O Partido Democrático Trabalhista (PDT), fundado pelo saudoso e inesquecível Leonel de Moura Brizola, precisa de uma reformulação urgente, sob pena de um enterro sob 12 palmos de terra.
A legenda vem definhando dia a dia. Se nada for feito, o caminho natural vai ser a temida cláusula de barreira, uma espécie de morada das agremiações partidárias rotuladas de nanicas.
O PDT vai perder mais dois deputados federais, Leo Prates (BA) e Mauro Benevides (CE). Este último ligado ao ex-presidenciável e ex-filiado Ciro Gomes. O parlamentar baiano a ACM Neto, vice-presidente nacional do União Brasil.

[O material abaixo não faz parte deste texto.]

import type { Sheet } from '../page/sheet';
import type { Box } from '../page/table';
import { colour } from '../tokens';

/**
 * The split tally: one half is the fit, the other its replication. Where they match, the notched edges meet; where they do not, or where one is
 * missing, the halves stand apart in ochre.
 */
export function drawTwoHalves(sheet: Sheet, box: Box, matches: boolean, captions: { upper: string; lower: string }): void {
  const { doc } = sheet;
  const apart = matches ? 1.2 : 11;
  const depth = 5;
  const notches = 9;
  const middle = box.y + box.height / 2;
  const stick = Math.min(14, (box.height - apart) / 2 - depth);
  const width = box.width;
  const edge = (baseline: number): [number, number][] => {
    const points: [number, number][] = [[box.x, baseline]];
    for (let notch = 0; notch < notches; notch += 1) {
      const centre = box.x + ((notch + 0.5) / notches) * width;
      points.push([centre - 6, baseline], [centre, baseline + depth], [centre + 6, baseline]);
    }
    points.push([box.x + width, baseline]);
    return points;
  };
  const upper = edge(middle - apart / 2);
  const lower = edge(middle + apart / 2);
  const fill = (points: [number, number][], ink: string, outline: boolean): void => {
    points.forEach(([x, y], index) => (index === 0 ? doc.moveTo(x, y) : doc.lineTo(x, y)));
    doc.closePath().lineWidth(1);
    if (outline) doc.stroke(ink);
    else doc.fill(ink);
  };
  const ink = matches ? colour.primary : colour.ochre;
  fill([[box.x, middle - apart / 2 - stick], ...upper, [box.x + width, middle - apart / 2 - stick]], ink, false);
  fill([[box.x, middle + apart / 2 + stick + depth], ...lower, [box.x + width, middle + apart / 2 + stick + depth]], ink, true);
  sheet.lineAt(captions.upper, box.x + 6, middle - apart / 2 - stick + 9.5, { size: 7.5, font: 'semibold', colour: '#FFFFFF' });
  sheet.lineAt(captions.lower, box.x + 6, middle + apart / 2 + stick + depth - 4, { size: 7.5, font: 'semibold', colour: ink });
}
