import { provideHttpClient, withInterceptors } from '@angular/common/http';
import { HttpTestingController, provideHttpClientTesting } from '@angular/common/http/testing';
import { TestBed } from '@angular/core/testing';
import { addCut, mergeNumeric, moveCut, type NumericBins } from '@tallystone/numeric/bench';
import { problemInterceptor } from '../../../core/http/interceptors';
import { utilisation } from '../testing/characteristics';
import { Bench } from './bench';

const url = `/api/binnings/b/characteristics/${utilisation.id}`;
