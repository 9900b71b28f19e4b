import type { ScoreDistribution } from '../input';
import { fixed } from '../number-texts';
import type { Sheet } from '../page/sheet';
import type { Box } from '../page/table';
import { colour } from '../tokens';
import { linearScale, Plot, roundTicks } from './plot';

const share = (counts: readonly number[], index: number): number => {
  const total = counts.reduce((sum, count) => sum + count, 0);
  return total > 0 ? counts[index] / total : 0;
};

/** Goods above and bads below one score axis, each as a share of its own kind; band edges are notches on the axis. */
export function drawScoreDistribution(
  sheet: Sheet,
  box: Box,
  distribution: ScoreDistribution,
  bandEdges: readonly number[],
): void {
  const plot = new Plot(sheet, box);
  const { edges, goods, bads } = distribution;
  const left = box.x + 52;
  const right = box.x + box.width - 2;
  const x = linearScale(edges[0], edges[edges.length - 1], left, right);
  const rule = box.y + box.height - 22;
  const most = Math.max(...goods.map((_, index) => share(goods, index)), ...bads.map((_, index) => share(bads, index)), 1e-9);
  const axis = box.y + (rule - 8 - box.y) / 2;
  const reach = axis - box.y - 3;
  goods.forEach((_, index) => {
    const start = x(edges[index]) + 0.4;
    const width = x(edges[index + 1]) - x(edges[index]) - 0.8;
    const up = (share(goods, index) / most) * reach;
    const down = (share(bads, index) / most) * reach;
    plot.bar(start, axis - 0.6 - up, width, up, colour.good);
    plot.bar(start, axis + 0.6, width, down, colour.bad);
  });
  plot.label('Goods', box.x, axis - reach / 2, { strong: true, ink: colour.good, size: 8 });
  plot.label('Bads', box.x, axis + reach / 2, { strong: true, ink: colour.bad, size: 8 });
  plot.bottomAxis(rule, left, right, roundTicks(edges[0], edges[edges.length - 1], 10), x, (score) => fixed(score, 0));
  plot.label('Score', box.x, rule + 11, { strong: true, ink: colour.ink });
  for (const edge of bandEdges) {
    if (edge <= edges[0] || edge >= edges[edges.length - 1]) continue;
    const at = x(edge);
    plot.area(
      [
        [at - 3.5, rule],
        [at + 3.5, rule],
        [at, rule - 6],
      ],
      colour.ochre,
    );
  }
}
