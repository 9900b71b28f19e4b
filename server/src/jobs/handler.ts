import type { Transaction } from 'sequelize';
import type { z } from 'zod';
import type { Context } from '../context';
import type { Log } from '../logging/log';
import type { JobDefinition } from './definitions/job';

/** What a handler knows about its run. */
export interface RunFacts {
  readonly id: string;
  readonly kind: string;
  readonly personId: string;
  readonly modelId: string | null;
  readonly entity: string | null;
  readonly entityId: string | null;
  readonly requestId: string | null;
}

/** What a handler works with beside its payload. */
export interface RunContext<Result> {
  readonly context: Context;
  readonly run: RunFacts;
  /** 1 for the first. Every write of this attempt is refused once another has begun. */
  readonly attempt: number;
  /** Aborted when the run is cancelled, when this attempt is superseded or when the worker stops. Hand it to `runInThread` and look at it in loops. */
  readonly signal: AbortSignal;
  readonly log: Log;
  /** Says how far the work is: a phase in words of product.md, a share of the whole from 0 to 1 or null. Cheap: at most four a second are written. */
  progress(phase: string, share: number | null): void;
  /** A transaction before the end, for what is too large to be written at once. Throws, and writes nothing, when this attempt no longer counts. */
  write<T>(work: (tx: Transaction) => Promise<T>): Promise<T>;
  /** Writes what the work came to and ends the run, in one transaction, exactly once: fenced by the attempt's number under a lock on the run. */
  finish(work: (tx: Transaction) => Promise<Result>): Promise<void>;
}

export interface Handler {
  readonly definition: JobDefinition;
  readonly work: (payload: unknown, run: RunContext<unknown>) => Promise<void>;
  readonly abandon: ((tx: Transaction, run: RunFacts & { readonly outcome: 'failed' | 'cancelled' }) => Promise<void>) | null;
}

/**
 * Ties a job's definition to the code that does it. `abandon` runs in the transaction that ends a run without a result (failed, cancelled,
 * or its workers lost): it removes or marks what the attempts left behind.
 *
 * @example
 * export const verifyRecord = handle(verifyRecordJob, {
 *   async work(payload, { context, signal, progress, finish }) {
 *     const found = await verifyChain(context.pool, { signal, onProgress: (share) => progress('Verifying', share) });
 *     await finish(async () => found);
 *   },
 * });
 */
export function handle<Payload extends z.ZodType, Result extends z.ZodType>(
  definition: JobDefinition<string, Payload, Result>,
  code: {
    readonly work: (payload: z.output<Payload>, run: RunContext<z.input<Result>>) => Promise<void>;
    readonly abandon?: Handler['abandon'];
  },
): Handler {
  return { definition, work: (payload, run) => code.work(definition.payload.parse(payload), run), abandon: code.abandon ?? null };
}
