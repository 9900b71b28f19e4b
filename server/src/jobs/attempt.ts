import type { Context } from '../context';
import { inTransaction } from '../database/transaction';
import { problemFrom } from '../problems/from-error';
import { problemOfFailure } from './failure';
import type { Handler, RunContext } from './handler';
import { Heartbeat } from './heartbeat';
import { Progress } from './progress';
import { Cancelled, type Held, Stopping, Superseded, beginAttempt, endRun, holdFence, requeue } from './run-state';

/** One attempt under way in this process. */
export interface Attempt {
  readonly run: Held;
  abort(reason: Error): void;
  /** Looks at once whether it was cancelled. */
  look(): void;
}

/**
 * Does one job of the queue: begins an attempt, works, and ends the run in whatever way it ends. Never throws for what the run is about;
 * throws only when the database cannot be written, in which case the attempt goes stale and is given to another.
 */
export async function attemptRun(
  context: Context,
  handlers: ReadonlyMap<string, Handler>,
  job: { readonly id: string; readonly runId: string },
  worker: string,
  active: Map<string, Attempt>,
): Promise<void> {
  const run = await inTransaction(context.sequelize, (tx) => beginAttempt(context, tx, job.runId, job.id, worker));
  if (!run) return;
  const log = context.log.child({ runId: run.id, kind: run.kind, attempt: run.attempt, requestId: run.requestId });
  const handler = handlers.get(run.kind);
  const stop = new AbortController();
  const abort = (reason: Error): void => void (stop.signal.aborted || stop.abort(reason));
  const heartbeat = new Heartbeat(context.config.databaseUrl, run, log, abort);
  const progress = new Progress(context, run);
  active.set(run.id, { run, abort, look: () => heartbeat.hurry() });
  log.info('run begins');
  try {
    await heartbeat.start();
    if (!handler) throw new Error(`No handler for ${run.kind}`);
    let finished = false;
    const inside: RunContext<unknown> = {
      context,
      run,
      attempt: run.attempt,
      signal: stop.signal,
      log,
      progress: (phase, share) => progress.say(phase, share),
      write: (work) =>
        inTransaction(context.sequelize, async (tx) => {
          stop.signal.throwIfAborted();
          await holdFence(context, tx, run);
          return work(tx);
        }),
      finish: async (work) => {
        if (finished) throw new Error('A run is finished once');
        stop.signal.throwIfAborted();
        await progress.settle();
        await inTransaction(context.sequelize, async (tx) => {
          await holdFence(context, tx, run);
          const result = handler.definition.result.parse(await work(tx));
          await endRun(context, tx, run, handler, { state: 'succeeded', outcome: 'succeeded', result });
        });
        finished = true;
      },
    };
    await handler.work(run.payload, inside);
    if (!finished) throw new Error(`The handler of ${run.kind} returned without a result`);
    log.info('run succeeded');
  } catch (thrown) {
    await progress.settle();
    await settle(context, run, handler, stop.signal.aborted ? stop.signal.reason : thrown, log);
  } finally {
    active.delete(run.id);
    await heartbeat.stop();
  }
}

async function settle(
  context: Context,
  run: Held,
  handler: Handler | undefined,
  cause: unknown,
  log: Context['log'],
): Promise<void> {
  if (cause instanceof Superseded) {
    log.warn('run was given to another attempt');
    return;
  }
  await inTransaction(context.sequelize, async (tx) => {
    const cancelled = await holdFence(context, tx, run).then(
      () => false,
      (refused: unknown) => {
        if (refused instanceof Cancelled) return true;
        throw refused;
      },
    );
    if (cancelled || cause instanceof Cancelled)
      await endRun(context, tx, run, handler, { state: 'cancelled', outcome: 'cancelled' });
    else if (cause instanceof Stopping || problemFrom(cause)?.status === 503) await requeue(context, tx, run, 'released');
    else await endRun(context, tx, run, handler, { state: 'failed', outcome: 'failed', problem: problemOfFailure(cause) });
  }).catch((refused: unknown) => {
    if (!(refused instanceof Superseded)) throw refused;
  });
  if (cause instanceof Cancelled || cause instanceof Stopping) log.info('run ended without a result');
  else if (problemFrom(cause)) log.info({ err: cause }, 'run failed');
  else log.error({ err: cause }, 'run failed on our side');
}
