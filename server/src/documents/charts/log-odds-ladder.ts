import type { Sheet } from '../page/sheet';
import type { Box } from '../page/table';
import { fixed } from '../number-texts';
import { colour } from '../tokens';
import { linearScale, Plot, roundTicks, tickDecimals, type Scale } from './plot';

export interface Rung {
  goods: number;
  bads: number;
}

const z = 1.959963984540054;

/** Log odds good:bad of a bin with its 95 % interval (normal, on the log odds; a usual approximation); null where goods or bads are none. */
export function logOdds(rung: Rung | undefined): { value: number; lower: number; upper: number } | null {
  if (!rung || rung.goods <= 0 || rung.bads <= 0) return null;
  const value = Math.log(rung.goods / rung.bads);
  const reach = z * Math.sqrt(1 / rung.goods + 1 / rung.bads);
  return { value, lower: value - reach, upper: value + reach };
}

/** One rung per bin beside its row: bar development with interval, circle hold-out, diamond out-of-time. */
export class Ladder {
  private readonly from: number;
  private readonly to: number;

  constructor(
    private readonly sheet: Sheet,
    private readonly development: readonly Rung[],
    private readonly holdOut: readonly Rung[] | null,
    private readonly outOfTime: readonly Rung[] | null,
  ) {
    const bounds = development.flatMap((rung) => {
      const odds = logOdds(rung);
      return odds === null ? [] : [odds.lower, odds.upper];
    });
    const others = [...(holdOut ?? []), ...(outOfTime ?? [])].flatMap((rung) => logOdds(rung)?.value ?? []);
    const low = Math.min(...bounds, ...others);
    const high = Math.max(...bounds, ...others);
    // Wide intervals of tiny bins would press the rest together: they run off at the edge instead.
    this.from = Number.isFinite(low) ? Math.max(low, -4) : 0;
    this.to = Number.isFinite(high) ? Math.min(Math.max(high, this.from + 1), 8) : 1;
  }

  private scale(box: Box): Scale {
    const inner = linearScale(this.from, this.to, box.x + 4, box.x + box.width - 4);
    return (value) => Math.min(box.x + box.width - 1, Math.max(box.x + 1, inner(value)));
  }

  private ticks(): number[] {
    return roundTicks(this.from, this.to, 4);
  }

  row(index: number, box: Box): void {
    const plot = new Plot(this.sheet, box);
    const x = this.scale(box);
    const middle = box.y + Math.min(box.height / 2, 8.5);
    for (const tick of this.ticks())
      plot.line(
        [
          [x(tick), box.y],
          [x(tick), box.y + box.height],
        ],
        colour.hairline,
        0.4,
      );
    const odds = logOdds(this.development[index]);
    if (odds !== null) {
      plot.bar(x(odds.lower), middle - 4, x(odds.upper) - x(odds.lower), 8, colour.container);
      plot.bar(x(odds.value) - 1, middle - 5, 2, 10, colour.primary);
    }
    const held = logOdds(this.holdOut?.[index]);
    if (held !== null) plot.circle(x(held.value), middle, 2.4, colour.ink);
    const later = logOdds(this.outOfTime?.[index]);
    if (later !== null) plot.diamond(x(later.value), middle, 3.2, colour.ink2);
  }

  axis(box: Box): void {
    const plot = new Plot(this.sheet, box);
    const ticks = this.ticks();
    const x = this.scale(box);
    const decimals = tickDecimals(ticks);
    for (const tick of ticks) plot.label(fixed(tick, decimals), x(tick), box.y + 8, { align: 'centre' });
  }
}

Sobre Leo Prates, até as freiras do convento das Carmelitas sabiam que sua estadia no PDT seria curta. O relacionamento político com o também deputado federal Félix Júnior, chefe estadual da legenda, estava deteriorado. Coluna Wense de 31 de outubro de 2025: "Leo Prates não se encontra politicamente confortável no PDT. Deve procurar outro abrigo partidário".
Lembrando ao caro e atento leitor que programa partidário e estatuto não têm nenhuma influência na filiação. Se filiar a um partido em decorrência destes dois itens passou a ser coisa de político abestalhado. O que interessa é a proposta do faz-me rir do fundo eleitoral para a campanha.
Pelo andar da carruagem, os fundos eleitoral e partidário do PDT, com a perca de deputados federais, vão definhar. O partido vai deixar de ter essa "moeda" para atrair os postulantes ao Parlamento federal.
O PDT, com a saída de Ciro Gomes, que era contra ao partido ser um "puxadinho do PT", deixou de ter uma referência nacional. E uma referência como Ciro Gomes, o político mais preparado da República Federativa do Brasil.
Portanto, ou o PDT se renova, começando de cima para baixo, ou passa a ser um partido nanico para a tristeza dos verdadeiros brizolistas e pedetistas.